» PROBLEM TO SOLVE:
Among the entries below, take the line with "if (room < floor)" and the line with "let tried = 0;", and output them and every line between them exactly, with nothing else.
+++++
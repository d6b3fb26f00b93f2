import {
	SAMPLE_SHEETS,
	methodLimits,
	taskOf,
	type Job,
	type JobStep,
	type Step
} from '../../src/lib/engine';

/** A made-up yard of queued jobs: faces look every way, in every colour; every coat has a sample sheet. */

const WORK_HOURS = [{ days: [1, 2, 3, 4, 5, 6], from: '07:30', to: '18:30' }];
const COLOURS = [0.25, 0.4, 0.6, 0.9];

type SheetName = keyof typeof SAMPLE_SHEETS;

const coat = (name: SheetName, method: 'roller' | 'rollAndTip', minutes: number): Step => ({
	name,
	kind: 'coat',
	durationMinutes: minutes,
	method,
	workHours: WORK_HOURS,
	limits: methodLimits(SAMPLE_SHEETS[name], method).limits,
	times: SAMPLE_SHEETS[name].times
});
const sanding: Step = {
	name: 'sanding',
	kind: 'abrade',
	durationMinutes: 180,
	method: 'none',
	workHours: WORK_HOURS,
	limits: taskOf('drySanding').limits,
	times: {}
};

/** The usual queues, as long as the jobs of a yard are. */
const QUEUES: readonly (readonly Step[])[] = [
	[
		sanding,
		coat('epoxyBarrier', 'roller', 150),
		coat('epoxyBarrier', 'roller', 150),
		coat('erodingAntifouling', 'roller', 120)
	],
	[coat('erodingAntifouling', 'roller', 120), coat('erodingAntifouling', 'roller', 120)],
	[coat('polyurethaneTopcoat', 'rollAndTip', 240), coat('polyurethaneTopcoat', 'rollAndTip', 240)],
	[sanding, coat('varnish', 'rollAndTip', 90), coat('varnish', 'rollAndTip', 90)]
];

/** Jobs of a yard: about five steps on two faces each, of which the number is given. */
export function jobsOf(faces: number, steps: number): Job[] {
	const jobs: Job[] = [];
	let facesLeft = faces;
	let stepsLeft = steps;
	for (let boat = 0; facesLeft > 0; boat++) {
		const heading = (boat * 67) % 360;
		const sides = Array.from({ length: Math.min(2, facesLeft) }, (_, side) => ({
			id: `face ${side}`,
			face: {
				tilt: boat % 3 === 0 ? 95 : 125,
				azimuth: (heading + (side === 0 ? 270 : 90)) % 360,
				solarAbsorptance: COLOURS[boat % COLOURS.length],
				emissivity: 0.9,
				material: 'grp' as const
			},
			shelter: 'open' as const
		}));
		facesLeft -= sides.length;
		const wanted = Math.ceil(stepsLeft / Math.max(1, Math.ceil(facesLeft / 2) + 1));
		const queue = QUEUES[boat % QUEUES.length];
		const queued: JobStep[] = Array.from({ length: Math.min(wanted, stepsLeft) }, (_, i) => ({
			step: queue[Math.min(i, queue.length - 1)],
			faces: sides
		}));
		stepsLeft -= queued.length;
		jobs.push({ steps: queued, launch: { launchBy: 0 } });
	}
	return jobs;
}
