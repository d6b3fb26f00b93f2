import highsLoader from 'highs';
import { jobOutlook, yardWeather } from '../../src/lib/engine';
import { within, type Chain } from '../../src/lib/engine/outlook/plan/chain';
import { gapsOf } from '../../src/lib/engine/outlook/plan/gaps';
import { surest, type RankedWay } from '../../src/lib/engine/outlook/plan/objectives';
import { forecastOf, SAND, SITE, START } from './bay';
import { jobsOf } from './fleet';
import { median } from './median';

/**
 * The chain planner against every way tried and against an exact mixed-integer solver, on the same
 * chains: value in ratio, and time.
 */
const DAYS = 6;
const MEMBERS = 11;
const CHAINS = 12;
/** Ways beyond which trying them all is not waited for. */
const MOST_WAYS = 4_000_000;
const RUNS = 21;

function chainsOf(): Chain[] {
	const yard = yardWeather({
		site: { ...SITE },
		forecast: forecastOf(DAYS, MEMBERS),
		looseSand: SAND
	});
	return jobsOf(4 * CHAINS, 10 * CHAINS)
		.map((job) => {
			const { steps } = jobOutlook(yard, job, { from: START });
			const planSteps = steps.slice(0, 3).map(({ planStep }) => planStep);
			return { steps: planSteps.map((it) => it.candidates), gaps: gapsOf(planSteps) };
		})
		.filter((chain) => surest(chain) !== null)
		.slice(0, CHAINS);
}

/** Least room and score of the best way, every way tried; null where they are too many. */
function everyWay(chain: Chain): Pick<RankedWay, 'room' | 'score'> | null {
	if (chain.steps.reduce((ways, step) => ways * step.start.length, 1) > MOST_WAYS) return null;
	let best: Pick<RankedWay, 'room' | 'score'> | null = null;
	const taken: number[] = [];
	const go = (room: number, score: number): void => {
		const step = taken.length;
		if (step === chain.steps.length) {
			if (best === null || room > best.room || (room === best.room && score > best.score))
				best = { room, score };
			return;
		}
		const here = chain.steps[step];
		for (let k = 0; k < here.start.length; k++) {
			const holds = chain.gaps.every(
				({ from, to, earliest, latest }) =>
					to !== step || within(here.start[k], earliest[taken[from]], latest[taken[from]])
			);
			if (!holds) continue;
			taken.push(k);
			go(Math.min(room, here.room[k]), score + here.score[k]);
			taken.pop();
		}
	};
	go(Infinity, 0);
	return best;
}

/** The chain as a mixed-integer program in LP text: one binary a start, one row a start and gap. */
function program(chain: Chain, floor: number | null): string {
	const name = (step: number, k: number): string => `x${step}_${k}`;
	const rows: string[] = [];
	const binaries: string[] = [];
	const objective: string[] = [];
	chain.steps.forEach((step, i) => {
		const names = [...step.start].map((_, k) => name(i, k));
		binaries.push(...names);
		rows.push(`one${i}: ${names.join(' + ')} = 1`);
		if (floor === null)
			rows.push(
				`room${i}: ${[...step.room].map((room, k) => `${room} ${names[k]}`).join(' + ')} - r >= 0`
			);
		else {
			step.room.forEach((room, k) => {
				if (room < floor) rows.push(`shut${i}_${k}: ${names[k]} = 0`);
			});
			objective.push(...[...step.score].map((score, k) => `${score / 1e9} ${names[k]}`));
		}
	});
	chain.gaps.forEach(({ from, to, earliest, latest }, g) => {
		chain.steps[from].start.forEach((_, k) => {
			const after = [...chain.steps[to].start].flatMap((start, q) =>
				within(start, earliest[k], latest[k]) ? [name(to, q)] : []
			);
			rows.push(
				`gap${g}_${k}: ${[...after, `- ${name(from, k)}`].join(' + ').replaceAll('+ -', '-')} >= 0`
			);
		});
	});
	return [
		'Maximize',
		` obj: ${floor === null ? 'r' : objective.join(' + ').replaceAll('+ -', '- ')}`,
		'Subject To',
		...rows.map((row) => ` ${row}`),
		...(floor === null ? ['Bounds', ' 0 <= r <= 3'] : []),
		'Binary',
		` ${binaries.join(' ')}`,
		'End'
	].join('\n');
}

const milliseconds = (work: () => void): number => {
	const from = performance.now();
	work();
	return performance.now() - from;
};

export async function chainBench(print: (line: string) => void): Promise<void> {
	const highs = await highsLoader();
	const chains = chainsOf();
	print(`\n${chains.length} chains of three steps over ${DAYS} days`);
	let planner = 0;
	let solver = 0;
	let tried = 0;
	let plannerOfTried = 0;
	let worstRoom = 1;
	let worstScore = 1;
	let triedChains = 0;
	let triedRatio = 1;
	for (const chain of chains) {
		const own = surest(chain);
		if (own === null) continue;
		const took = median(RUNS, () => surest(chain));
		planner += took;
		let room = NaN;
		let score = NaN;
		solver += milliseconds(() => {
			room = highs.solve(program(chain, null)).ObjectiveValue;
			// A hair under, for the solver's own tolerance.
			score = highs.solve(program(chain, own.room)).ObjectiveValue;
		});
		worstRoom = Math.min(worstRoom, own.room / room);
		worstScore = Math.min(worstScore, Math.exp(own.score / 1e9 - score));
		let best: ReturnType<typeof everyWay> = null;
		const all = milliseconds(() => (best = everyWay(chain)));
		if (best !== null) {
			const { room: bestRoom, score: bestScore }: Pick<RankedWay, 'room' | 'score'> = best;
			triedChains++;
			tried += all;
			plannerOfTried += took;
			if (bestRoom !== own.room || bestScore !== own.score) triedRatio = NaN;
		}
	}
	print(
		`against the mixed-integer solver: least room ${worstRoom.toFixed(6)}, product of shares ${worstScore.toFixed(6)} of the solver’s at worst; ${(solver / planner).toFixed(0)} × the planner’s time (${(planner / chains.length).toFixed(2)} ms a chain)`
	);
	print(
		`against every way tried, ${triedChains} chains: value ${triedRatio.toFixed(6)}, ${(tried / plannerOfTried).toFixed(0)} × the planner’s time`
	);
}
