import { error, json } from '@sveltejs/kit';
import { z } from 'zod';
import { mayDeleteFile, requireMembership } from '$lib/server/access/roles';
import { parts } from '$lib/server/composition';
import { removeFile } from '$lib/server/files/addFile';
import { fileOf, told } from '$lib/server/files/list';
import { api } from '$lib/server/http/problem';
import type { RequestHandler } from './$types';

async function fileAt(locals: App.Locals, params: { slug?: string; boat?: string; file?: string }) {
	const { db } = parts();
	const membership = await requireMembership(db, locals, params.slug ?? '');
	const id = z.uuid().safeParse(params.file);
	const found = id.success ? await fileOf(db, membership, id.data) : null;
	if (found === null || found.file.boatId !== params.boat)
		error(404, 'There is no such file of such a boat, or it is not yours to see.');
	return { membership, ...found };
}

export const GET: RequestHandler = api(async ({ locals, params }) => {
	const { membership, file, by } = await fileAt(locals, params);
	return json(told(membership, file, by), { headers: { 'cache-control': 'private, no-store' } });
});

export const DELETE: RequestHandler = api(async ({ locals, params }) => {
	const { membership, file } = await fileAt(locals, params);
	if (!mayDeleteFile(membership, file))
		error(403, 'Whoever added it or a manager of the yard deletes it.');
	await removeFile(parts().db, file);
	return new Response(null, { status: 204 });
});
+++++
» SOLUTION BELOW:
				if (room < floor) rows.push(`shut${i}_${k}: ${names[k]} = 0`);
			});
			objective.push(...[...step.score].map((score, k) => `${score / 1e9} ${names[k]}`));
		}
	});
	chain.gaps.forEach(({ from, to, earliest, latest }, g) => {
		chain.steps[from].start.forEach((_, k) => {
			const after = [...chain.steps[to].start].flatMap((start, q) =>
				within(start, earliest[k], latest[k]) ? [name(to, q)] : []
			);
			rows.push(
				`gap${g}_${k}: ${[...after, `- ${name(from, k)}`].join(' + ').replaceAll('+ -', '-')} >= 0`
			);
		});
	});
	return [
		'Maximize',
		` obj: ${floor === null ? 'r' : objective.join(' + ').replaceAll('+ -', '- ')}`,
		'Subject To',
		...rows.map((row) => ` ${row}`),
		...(floor === null ? ['Bounds', ' 0 <= r <= 3'] : []),
		'Binary',
		` ${binaries.join(' ')}`,
		'End'
	].join('\n');
}

const milliseconds = (work: () => void): number => {
	const from = performance.now();
	work();
	return performance.now() - from;
};

export async function chainBench(print: (line: string) => void): Promise<void> {
	const highs = await highsLoader();
	const chains = chainsOf();
	print(`\n${chains.length} chains of three steps over ${DAYS} days`);
	let planner = 0;
	let solver = 0;
	let tried = 0;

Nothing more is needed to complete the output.